### What is needed
Copy each line in the data below that contains the word "nearRail".

### Data records
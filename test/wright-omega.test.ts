import { describe, expect, it } from "vitest";
import { omegaBlockSize, omegaSegmentEdges, wrightOmega, wrightOmegaBlock } from "../lib/numeric/wright-omega.js";
import { InputError } from "../lib/errors.js";
import { wrightOmegaByBisection } from "./support/reevaluate.js";

// Reference: ω + ln ω = y solved by bisection on u = ln ω (test/support/reevaluate.ts), 200 halvings. Its own
// error is about one ulp of u, so its relative accuracy is about ulp(|y|) for large negative y (1·10⁻¹³ at −708).
const bisected = wrightOmegaByBisection;
const relative = (y: number) => Math.abs(wrightOmega(y) / bisected(y) - 1);

const bits = new DataView(new ArrayBuffer(8));
/** The neighbouring double of a finite y, one ulp up (+1) or down (−1). */
function neighbour(y: number, direction: 1 | -1): number {
  if (y === 0) return direction * Number.MIN_VALUE;
  bits.setFloat64(0, y);
  const step = (y > 0) === (direction > 0) ? 1n : -1n;
  bits.setBigInt64(0, bits.getBigInt64(0) + step);
  return bits.getFloat64(0);
}

describe("the Wright ω function (lib/numeric/wright-omega.ts)", () => {
  const edges = omegaSegmentEdges();

  it("has segments from −7 to 297 that get no narrower as y grows", () => {
    expect(edges[0]).toBe(-7);
    expect(edges[edges.length - 1]).toBe(297);
    for (let k = 2; k < edges.length; k++) expect(edges[k]! - edges[k - 1]!).toBeGreaterThanOrEqual(edges[k - 1]! - edges[k - 2]!);
  });

  it("is within 2·10⁻¹³ (relative) of bisection on a dense grid from y = −708 to 10⁶, and within 10⁻¹⁴ on the polynomial range −7…297", () => {
    let worst = 0;
    let worstPolynomial = 0;
    for (let y = -708; y < 1e6; y += y < -20 ? 0.37 : y < 300 ? 0.000713 : y < 2000 ? 0.29 : 977.3) {
      const r = relative(y);
      worst = Math.max(worst, r);
      if (y >= -7 && y < 297) worstPolynomial = Math.max(worstPolynomial, r);
    }
    expect(worst).toBeLessThan(2e-13);
    expect(worstPolynomial).toBeLessThan(1e-14);
  });

  it("is within 10⁻¹⁴ of bisection at every segment edge and one ulp either side of it", () => {
    let worst = 0;
    for (const edge of edges) for (const y of [neighbour(edge, -1), edge, neighbour(edge, 1)]) worst = Math.max(worst, relative(y));
    expect(worst).toBeLessThan(1e-14);
  });

  it("is continuous across every segment edge: the values one ulp either side agree to a few ulp of ω", () => {
    let worst = 0;
    for (const edge of edges) {
      const below = wrightOmega(neighbour(edge, -1));
      const above = wrightOmega(neighbour(edge, 1));
      worst = Math.max(worst, Math.abs(above - below) / above);
    }
    expect(worst).toBeLessThan(1e-14);
  });

  it("has the known values ω(1) = 1 and ω(0) = W(1) = Ω = 0.5671432904097838 (the omega constant)", () => {
    expect(wrightOmega(1)).toBeCloseTo(1, 15);
    expect(wrightOmega(0)).toBeCloseTo(0.5671432904097838, 15);
  });

  it("is 0 where eʸ underflows and for −Infinity, ≈ y − ln y far out, +Infinity for +Infinity, NaN for NaN", () => {
    expect(wrightOmega(-746)).toBe(0);
    expect(wrightOmega(-800)).toBe(0);
    expect(wrightOmega(-Infinity)).toBe(0);
    expect(wrightOmega(-740)).toBeGreaterThan(0);
    expect(wrightOmega(1e200) / (1e200 - Math.log(1e200))).toBeCloseTo(1, 15);
    expect(wrightOmega(Infinity)).toBe(Infinity);
    expect(Number.isNaN(wrightOmega(NaN))).toBe(true);
  });

  describe("block form (wrightOmegaBlock, which the generated block evaluators call)", () => {
    // every zone, the series below −7, the far-out method above 297, segment edges and their neighbours, and the specials
    const specials = [-Infinity, -800, -746, -740, -300, -7.000001, 1e6, 1e200, Infinity, NaN, 0, 1];
    const grid = [...specials, ...edges.flatMap((e) => [neighbour(e, -1), e, neighbour(e, 1)])];
    for (let k = 0; grid.length % omegaBlockSize !== 0 || grid.length < 4 * omegaBlockSize; k++) grid.push(-40 + 400 * ((k * 0.6180339887498949) % 1));

    it("equals wrightOmega value by value, into another array and in place, in full and partial blocks", () => {
      for (const count of [omegaBlockSize, 1, 37, 0]) {
        for (let from = 0; from + count <= grid.length; from += Math.max(count, 1) * 3 + 1) {
          const y = Float64Array.from(grid.slice(from, from + count));
          const w = new Float64Array(count + 3).fill(7);
          wrightOmegaBlock(y, w, count);
          for (let k = 0; k < count; k++) if (!Object.is(w[k], wrightOmega(y[k]!))) throw new Error(`y = ${y[k]}: block ${w[k]}, scalar ${wrightOmega(y[k]!)}`);
          for (let k = count; k < count + 3; k++) expect(w[k]).toBe(7);
          const inPlace = Float64Array.from(y);
          wrightOmegaBlock(inPlace, inPlace, count);
          for (let k = 0; k < count; k++) expect(Object.is(inPlace[k], w[k])).toBe(true);
        }
      }
    });

    it("refuses a count beyond one block or beyond its arrays with a typed error naming the count", () => {
      const a = new Float64Array(omegaBlockSize + 1);
      expect(() => wrightOmegaBlock(a, a, omegaBlockSize + 1)).toThrow(InputError);
      expect(() => wrightOmegaBlock(a, new Float64Array(3), 4)).toThrow(/got 4, expected a value count of at most 256/);
      expect(() => wrightOmegaBlock(a, a, 2.5)).toThrow(InputError);
      expect(() => wrightOmegaBlock(a, a, -1)).toThrow(InputError);
    });
  });
});
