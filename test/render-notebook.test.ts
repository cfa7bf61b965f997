import { createRequire } from "node:module";
import { afterEach, describe, expect, it, vi } from "vitest";
import { deckBundle, derivationBundle, derivationMime, emit, inKernel, partMime, quantityBundle, show, showQuantity, showTable, tableBundle, type ReportPart } from "../lib/notebook/display.js";
import { collect, partMime as collectedPartMime } from "../lib/runner/collect.js";
import { InputError } from "../lib/errors.js";
import { fixtureDerivation } from "./support/derivation-fixture.js";
import { expectReevaluates } from "./support/reevaluate.js";

// A stand-in for tslab's kernel module, placed where display.ts looks for it (Node's module cache).
const cache = createRequire(import.meta.url).cache as Record<string, unknown>;
const fakeKernel = "/nowhere/node_modules/tslab/dist/jupyter.js";
function withFakeKernel() {
  const sent: Array<{ content: { data: Record<string, unknown> }; update: boolean }> = [];
  cache[fakeKernel] = { exports: { lastWriteDisplayData: (content: { data: Record<string, unknown> }, update: boolean) => sent.push({ content, update }) } };
  return sent;
}
afterEach(() => {
  delete cache[fakeKernel];
  vi.restoreAllMocks();
});

describe("notebook display", () => {
  it("sends one display_data per derivation carrying all four MIME types", () => {
    const sent = withFakeKernel();
    expect(inKernel()).toBe(true);
    const d = fixtureDerivation();
    show([d, d.toJSON()]);
    expect(sent).toHaveLength(2);
    for (const s of sent) {
      expect(s.update).toBe(false);
      expect(Object.keys(s.content.data).sort()).toEqual([derivationMime, "text/html", "text/markdown", "text/plain"].sort());
      const json = s.content.data[derivationMime] as ReturnType<typeof d.toJSON>;
      expect(json.fingerprint).toBe(d.fingerprint());
      expect(json.schemaVersion).toBe(1);
      expect(json.checks).toHaveLength(3);
      expect(expectReevaluates(json)).toBeGreaterThan(0);
    }
  });

  it("uses MathML in notebook HTML (no KaTeX stylesheet needed) and escapes user text", () => {
    const html = derivationBundle(fixtureDerivation())["text/html"] as string;
    expect(html).toContain("<math");
    expect(html).not.toContain('class="katex-html"');
    expect(html).not.toContain("<script>alert");
    expect(html.length).toBeLessThan(40_000);
  });

  it("carries Infinity as a string in the JSON type (JSON has no Infinity)", () => {
    const json = derivationBundle(fixtureDerivation())[derivationMime] as { checks: Array<{ value: unknown }> };
    expect(json.checks[2]!.value).toBe("Infinity");
  });

  it("shows a quantity and a table of quantities with SI prefixes", () => {
    expect(quantityBundle(95.4e-6, "current", "ID")["text/plain"]).toBe("ID = 95.4 µA");
    expect(quantityBundle(4700, "resistance", "R<1>")["text/html"]).toContain("<b>R&lt;1&gt;</b> = 4.70 kΩ");
    const t = tableBundle([{ name: "RD", value: 4700, dim: "resistance" }, { name: "ID", value: 1e-3, dim: "current", note: "target" }], "Stage | A");
    expect(t["text/plain"]).toBe("Stage | A\nquantity  value    note\n--------  -------  ------\nRD        4.70 kΩ\nID        1.00 mA  target");
    expect(t["text/markdown"]).toContain("| RD | 4.70 kΩ |  |");
    expect(t["text/markdown"]).toContain("**Stage \\| A**");
    const sent = withFakeKernel();
    showQuantity(1e-3, "current", "ID");
    showTable([{ name: "VDD", value: 5, dim: "voltage" }]);
    expect(sent.map((s) => s.content.data["text/plain"])).toEqual(["ID = 1.00 mA", "quantity  value\n--------  ------\nVDD       5.00 V"]);
  });

  it("marks the summary table, the corner spread and the deck so a run collects them, and refuses an unknown part", () => {
    expect(collectedPartMime).toBe(partMime);
    const plain = tableBundle([{ name: "ID", value: 1e-3, dim: "current" }], "t");
    expect(plain[partMime]).toBeUndefined();
    const summary = tableBundle([{ name: "ID", value: 1e-3, dim: "current" }, { name: "VDS − VOV", value: 1.15, dim: "voltage", note: "saturation margin; region: saturation" }, { name: "R", value: Infinity, dim: "resistance" }], "Summary", { part: "summary" });
    expect(summary[partMime]).toEqual({
      part: "summary",
      title: "Summary",
      rows: [
        { name: "ID", value: 1e-3, dim: "current", text: "1.00 mA" },
        { name: "VDS − VOV", value: 1.15, dim: "voltage", text: "1.15 V", note: "saturation margin; region: saturation" },
        { name: "R", value: "Infinity", dim: "resistance", text: "∞ Ω" },
      ],
    });
    expect(() => tableBundle([], "x", { part: "results" as ReportPart })).toThrow(InputError);
    const deck = deckBundle("* stage <x>\nM1 d g s s nmos1 W=1u L=1u\n.end");
    expect(deck["text/html"]).toContain("&lt;x&gt;");
    expect(deck[partMime]).toEqual({ part: "spice-deck", title: "SPICE deck", text: "* stage <x>\nM1 d g s s nmos1 W=1u L=1u\n.end" });
    expect(() => deckBundle("  ")).toThrow(InputError);
    // Read back as a run reads a saved notebook; a malformed or unknown part is left out.
    const outputs = [summary, deck, { [partMime]: { part: "bogus", rows: [] } }, { [partMime]: { part: "summary", rows: "x" } }].map((data) => ({ output_type: "display_data" as const, data: JSON.parse(JSON.stringify(data)) as Record<string, unknown> }));
    const got = collect({ nbformat: 4, nbformat_minor: 5, metadata: {}, cells: [{ cell_type: "code", id: "a", metadata: {}, source: "", outputs }] }, new Map([[0, "ok"]]));
    expect(got.parts.map((p) => p.part)).toEqual(["summary", "spice-deck"]);
  });

  it("prints plain text outside a kernel, and emit reports false", () => {
    expect(inKernel()).toBe(false);
    expect(emit({ "text/plain": "x" })).toBe(false);
    const log = vi.spyOn(console, "log").mockImplementation(() => {});
    showQuantity(2.2e-3, "current", "ID");
    expect(log).toHaveBeenCalledWith("ID = 2.20 mA");
  });

  it("refuses what it cannot show with typed errors", () => {
    expect(() => show({ title: "x" } as never)).toThrow(InputError);
    expect(() => showQuantity(NaN, "current", "ID")).toThrow(/ID.*got NaN/);
    expect(() => showTable([{ name: "RD", value: NaN, dim: "resistance" }])).toThrow(InputError);
  });
});
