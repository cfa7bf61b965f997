/**
 * Reading results back from an executed notebook: the derivations and plots
 * our display helpers put into MIME outputs, and the first lines of any cell
 * that failed. Everything here reads saved JSON only; nothing is trusted to be
 * well-formed, since a notebook may have been edited by hand.
 */
import type { CheckEntry, DerivationData } from "../record/derivation.js";
import { plotHeight } from "../plot/html.js";
import type { CellStatus } from "./execute.js";
import { cellSource, type Notebook, type NotebookOutput } from "./notebook-file.js";

export const derivationMime = "application/vnd.pinchoff.derivation+json";
export const plotMime = "application/vnd.pinchoff.plot+json";
/** Marked parts (summary table, corner spread, SPICE deck): see `reportParts` in lib/notebook/display.ts. */
export const partMime = "application/vnd.pinchoff.part+json";
const partNames = ["summary", "corner-spread", "spice-deck", "frequency"] as const;

export interface CollectedPartRow {
  readonly name: string;
  readonly text: string;
  readonly note?: string;
}

export type CollectedPart =
  | { readonly cell: number; readonly part: "summary" | "corner-spread" | "frequency"; readonly title: string; readonly rows: readonly CollectedPartRow[] }
  | { readonly cell: number; readonly part: "spice-deck"; readonly title: string; readonly text: string };

export interface CollectedDerivation {
  readonly cell: number;
  readonly data: DerivationData;
  readonly fingerprint?: string;
}

export interface PlotFigure {
  readonly data: unknown[];
  readonly layout?: Record<string, unknown>;
  readonly config?: Record<string, unknown>;
}

export interface CollectedPlot {
  readonly cell: number;
  readonly figure: PlotFigure;
  readonly title?: string;
  readonly summary?: string;
}

export interface CellFailure {
  readonly cell: number;
  readonly status: CellStatus;
  /** First lines of the error as the kernel reported it. */
  readonly lines: readonly string[];
  readonly source: string;
}

export interface Collected {
  readonly derivations: readonly CollectedDerivation[];
  readonly plots: readonly CollectedPlot[];
  readonly parts: readonly CollectedPart[];
  readonly failures: readonly CellFailure[];
  /** Cells that did not run because an earlier one failed. */
  readonly skipped: readonly number[];
}

const asText = (t: string | string[] | undefined): string => (Array.isArray(t) ? t.join("") : (t ?? ""));

function jsonPayload(v: unknown): unknown {
  if (typeof v !== "string") return v;
  try {
    return JSON.parse(v);
  } catch {
    return undefined;
  }
}

function isDerivation(v: unknown): v is DerivationData & { fingerprint?: string } {
  const d = v as DerivationData;
  return !!d && typeof d === "object" && typeof d.title === "string" && Array.isArray(d.checks) && Array.isArray(d.steps) && Array.isArray(d.inputs);
}

function isFigure(v: unknown): v is PlotFigure {
  return !!v && typeof v === "object" && Array.isArray((v as PlotFigure).data);
}

/**
 * A saved notebook may have been edited by anyone: a layout height that is not
 * a plain number in range is dropped (the plot takes the default height), so
 * it can never reach an HTML attribute.
 */
function saneFigure(fig: PlotFigure): PlotFigure {
  const h = fig.layout?.height;
  if (h === undefined) return fig;
  try {
    plotHeight(h, "layout.height");
    return fig;
  } catch {
    const { height: _dropped, ...layout } = fig.layout!;
    return { ...fig, layout };
  }
}

/** A marked part read back from a saved notebook; anything malformed is left out (it is shown in the notebook itself). */
function asPart(v: unknown, cell: number): CollectedPart | undefined {
  if (!v || typeof v !== "object") return undefined;
  const p = v as { part?: unknown; title?: unknown; rows?: unknown; text?: unknown };
  if (!partNames.includes(p.part as (typeof partNames)[number])) return undefined;
  const title = typeof p.title === "string" ? p.title : String(p.part);
  if (p.part === "spice-deck") return typeof p.text === "string" ? { cell, part: "spice-deck", title, text: p.text } : undefined;
  if (!Array.isArray(p.rows)) return undefined;
  const rows = p.rows.flatMap((r: unknown) => {
    const x = r as { name?: unknown; text?: unknown; note?: unknown };
    return x && typeof x.name === "string" && typeof x.text === "string" ? [{ name: x.name, text: x.text, ...(typeof x.note === "string" && x.note ? { note: x.note } : {}) }] : [];
  });
  return { cell, part: p.part as "summary" | "corner-spread" | "frequency", title, rows };
}

/** The text a failed cell left: error outputs first, else its stderr. */
function errorLines(outputs: readonly NotebookOutput[], max = 6): string[] {
  const err = outputs.find((o) => o.output_type === "error");
  const text = err ? [`${err.ename ?? "Error"}: ${err.evalue ?? ""}`, ...(err.traceback ?? [])].join("\n") : outputs.filter((o) => o.output_type === "stream" && o.name === "stderr").map((o) => asText(o.text)).join("");
  // Terminal colour codes from tracebacks are not for a report.
  const lines = text.replace(/\x1b\[[0-9;]*m/g, "").split("\n").map((l) => l.trimEnd()).filter((l, i, a) => l !== "" || (i > 0 && a[i - 1] !== ""));
  // Node's "evalmachine.<anonymous>:2" preamble repeats the source; keep from the error line when there is one.
  const at = lines.findIndex((l) => /^[A-Za-z]*Error\b|^\d+:\d+ - /.test(l));
  return (at > 0 ? lines.slice(at) : lines).slice(0, max);
}

export function collect(nb: Notebook, status: ReadonlyMap<number, CellStatus>): Collected {
  const derivations: CollectedDerivation[] = [];
  const plots: CollectedPlot[] = [];
  const parts: CollectedPart[] = [];
  const failures: CellFailure[] = [];
  const skipped: number[] = [];
  nb.cells.forEach((cell, i) => {
    if (cell.cell_type !== "code") return;
    const outputs = Array.isArray(cell.outputs) ? cell.outputs : [];
    for (const o of outputs) {
      if (!o || typeof o !== "object" || !o.data || typeof o.data !== "object") continue;
      const d = jsonPayload(o.data[derivationMime]);
      if (isDerivation(d)) derivations.push({ cell: i, data: d, ...(typeof d.fingerprint === "string" ? { fingerprint: d.fingerprint } : {}) });
      const part = asPart(jsonPayload(o.data[partMime]), i);
      if (part) parts.push(part);
      const p = jsonPayload(o.data[plotMime]);
      const fig = isFigure(p) ? p : isFigure((p as { figure?: unknown })?.figure) ? (p as { figure: PlotFigure }).figure : undefined;
      if (fig) {
        const title = (p as { title?: unknown }).title ?? (fig.layout?.title as { text?: unknown } | string | undefined);
        const t = typeof title === "string" ? title : typeof (title as { text?: unknown })?.text === "string" ? ((title as { text: string }).text) : undefined;
        const summary = (p as { summary?: unknown }).summary;
        plots.push({ cell: i, figure: saneFigure(fig), ...(t ? { title: t } : {}), ...(typeof summary === "string" ? { summary } : {}) });
      }
    }
    const s = status.get(i);
    if (s === "error" || s === "timeout") failures.push({ cell: i, status: s, lines: s === "timeout" ? ["the cell did not finish within the time limit (--timeout)"] : errorLines(outputs), source: cellSource(cell) });
    else if (s === "abort" || s === "not run") skipped.push(i);
  });
  return { derivations, plots, parts, failures, skipped };
}

export interface CheckLine extends CheckEntry {
  readonly derivation: string;
  readonly cell: number;
}

export const allChecks = (c: Collected): CheckLine[] => c.derivations.flatMap((d) => (Array.isArray(d.data.checks) ? d.data.checks : []).map((k) => ({ ...k, derivation: d.data.title, cell: d.cell })));
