/**
 * Oracle: ngspice (Debian package ngspice, batch mode, its Level 1 MOSFET).
 * Seeded random current mirrors of both polarities, the output held at a
 * voltage (often below compliance) or loaded by a resistor, are solved here
 * and by ngspice from the very decks the topology exports. Node voltages and
 * currents must agree to 1e-6 relative (1 µV or 10 pA absolute near zero:
 * ngspice's junction leakage and GMIN), so must the output transistor's gm
 * and gds (hence ro2), and the regions of both transistors must agree in
 * every case.
 */
import fc from "fast-check";
import { describe, expect, it } from "vitest";
import { analyzeStage, stageCircuit } from "../lib/bias/analyze.js";
import type { MirrorAnalysis } from "../lib/bias/topologies/current-mirror.js";
import type { Stage } from "../lib/bias/topology.js";
import type { DeviceCard, Polarity } from "../lib/device/card.js";
import { regionOf, type Region } from "../lib/device/region.js";
import { InfeasibleError } from "../lib/errors.js";
import { meters, volts } from "../lib/quantity.js";
import { runNgspice } from "./support/ngspice.js";
import { cardArb, logUniform, maybeZero, uniform, unit } from "./support/arbitraries.js";


/** One card for both (matched pair) in 80 % of draws; otherwise the output transistor gets its own card (its threshold may exceed the mirror's VGS: cutoff). */
function mirrorArb(polarity: Polarity): fc.Arbitrary<Stage> {
  return fc
    .record({
      card: cardArb(polarity, `rand-${polarity}`),
      other: cardArb(polarity, `rand-${polarity}-out`),
      ownCard: unit.map((u) => u < 0.2),
      w1: logUniform(1e-6, 100e-6),
      l1: logUniform(0.5e-6, 5e-6),
      w2: logUniform(1e-6, 100e-6),
      l2: logUniform(0.5e-6, 5e-6),
      vdd: uniform(1.8, 15),
      neg: maybeZero(uniform(0.5, 5), 0.5),
      rref: logUniform(1e3, 1e6),
      held: unit.map((u) => u < 0.5),
      nearRail: unit.map((u) => u < 0.5),
      at: unit,
      rload: maybeZero(logUniform(100, 1e6), 0.05),
    })
    .map((r): Stage => {
      const vss = volts(-r.neg);
      const span = r.vdd - vss;
      const pmos = polarity === "pmos";
      // Output position above the source rail: half the held outputs within 1 V of it (mostly below compliance).
      const above = r.nearRail ? Math.min(span, 1) * r.at : span * r.at;
      const vout = pmos ? r.vdd - above : vss + above;
      return {
        topology: "current-mirror",
        device: { card: r.ownCard ? r.other : r.card, w: meters(r.w2), l: meters(r.l2) },
        devices: { reference: { card: r.card, w: meters(r.w1), l: meters(r.l1) } },
        components: r.held ? { rref: r.rref, vout } : { rref: r.rref, rload: r.rload },
        supplies: { vdd: volts(r.vdd), vss },
      };
    });
}

/** A supply too low to turn M1 on is a typed error (tested in bias-mirror.test.ts), not a circuit to compare. */
function solvable(stage: Stage): boolean {
  try {
    analyzeStage(stage);
    return true;
  } catch (e) {
    if (e instanceof InfeasibleError) return false;
    throw e;
  }
}

type Eight = [number, number, number, number, number, number, number, number];
const perBatch = 30;
const tally: Record<Region, number> = { cutoff: 0, triode: 0, saturation: 0 };
let total = 0;
let belowCompliance = 0;
let held = 0;
let worstRel = 0;

describe("current mirror against ngspice Level 1 (Debian ngspice, batch mode)", () => {
  for (const polarity of ["nmos", "pmos"] as const)
    it(`${polarity}: ${perBatch} seeded random mirrors agree in nodes, IREF, IOUT and both regions`, () => {
      const seed = 7100 + (polarity === "nmos" ? 0 : 1);
      const stages = fc.sample(mirrorArb(polarity), { seed, numRuns: perBatch * 2 }).filter(solvable).slice(0, perBatch);
      expect(stages.length).toBe(perBatch);
      const lines = [".options reltol=1e-10 vntol=1e-12 abstol=1e-16 gmin=1e-18"];
      const prints: string[] = [];
      stages.forEach((st, i) => {
        const c = stageCircuit(st, `c${i}_`);
        lines.push(...c.lines);
        const m1 = c.instances!.reference!.toLowerCase();
        const m2 = c.instance.toLowerCase();
        prints.push(`v(${c.nodes.gate})`, `v(${c.nodes.drain})`, `i(${c.drainAmmeter.toLowerCase()})`, `i(${c.ammeters!.reference!.toLowerCase()})`, `@${m1}[von]`, `@${m2}[von]`, `@${m2}[gds]`, `@${m2}[gm]`);
      });
      // `quit 0`: ngspice -b exits 1 after a .control block that runs no .tran/.plot, even on success.
      const rows = runNgspice({ circuit: lines.join("\n"), control: ["op", ...prints.map((p) => `print ${p}`), "quit 0"].join("\n") });
      expect(rows.length).toBe(prints.length);
      const s = polarity === "nmos" ? 1 : -1;
      stages.forEach((st, i) => {
        // rows.length was checked against prints above, so each slice holds exactly these eight values.
        const [vg, vd, iout, iref, von1, von2, gds2, gm2] = rows.slice(i * 8, i * 8 + 8).map((r) => r[1]) as Eight;
        const a = analyzeStage(st) as MirrorAnalysis;
        const where = `mirror ${polarity} #${i}: ${JSON.stringify(st)}`;
        const close = (value: number | undefined, ref: number, abs: number, what: string) => {
          expect(value, `${what} missing from our analysis — ${where}`).toBeDefined();
          const ours = value!;
          if (Math.abs(ref) > abs) worstRel = Math.max(worstRel, Math.abs(ours - ref) / Math.abs(ref));
          expect(Math.abs(ours - ref), `${what} ours ${ours} ngspice ${ref} — ${where}`).toBeLessThanOrEqual(Math.max(1e-6 * Math.abs(ref), abs));
        };
        close(a.nodes.gate, vg, 1e-6, "VG (reference node)");
        close(a.nodes.drain, vd, 1e-6, "VOUT");
        close(a.op.id, iout, 1e-11, "IOUT");
        close(a.devices!.reference!.op.id, iref, 1e-11, "IREF");
        // The output resistance ro2 = 1/gds2 and gm2 at the output transistor's operating point.
        close(a.smallSignal.gds, gds2, 1e-15, "gds2");
        close(a.smallSignal.gm, gm2, 1e-15, "gm2");
        if (a.region === "saturation" && gds2 > 0) close(a.mirror.outputResistance, 1 / gds2, 1e-6, "ro2");
        // Regions from ngspice's own thresholds (von) at its own node voltages, in device polarity; sources at the rail.
        const vsrc = s > 0 ? (st.supplies.vss ?? 0) : st.supplies.vdd;
        const r1 = regionOf(s * (vg - vsrc) - s * von1, s * (vg - vsrc));
        const r2 = regionOf(s * (vg - vsrc) - s * von2, s * (vd - vsrc));
        expect(a.devices!.reference!.region, `M1 region — ${where}`).toBe(r1);
        expect(a.region, `M2 region — ${where}`).toBe(r2);
        expect(r1).toBe("saturation"); // the diode-connected reference is saturated whenever it conducts
        if (st.components.vout !== undefined) held++;
        if (a.mirror.complianceMargin < 0) belowCompliance++;
        tally[a.region]++;
        total++;
      });
    });
  it("covered held and loaded outputs, below-compliance (triode) outputs and cutoff", () => {
    expect(total).toBe(2 * perBatch);
    expect(held).toBeGreaterThanOrEqual(15);
    expect(total - held).toBeGreaterThanOrEqual(15);
    expect(tally.triode).toBeGreaterThanOrEqual(10);
    expect(belowCompliance).toBe(tally.triode);
    expect(tally.saturation).toBeGreaterThanOrEqual(15);
    expect(tally.cutoff).toBeGreaterThanOrEqual(1);
    console.log(`mirror vs ngspice: ${total} circuits (${held} held outputs), M2 regions ${JSON.stringify(tally)}, worst relative deviation ${worstRel.toExponential(2)}`);
  });
});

### Worked solution
      nearRail: unit.map((u) => u < 0.5),
      const above = r.nearRail ? Math.min(span, 1) * r.at : span * r.at;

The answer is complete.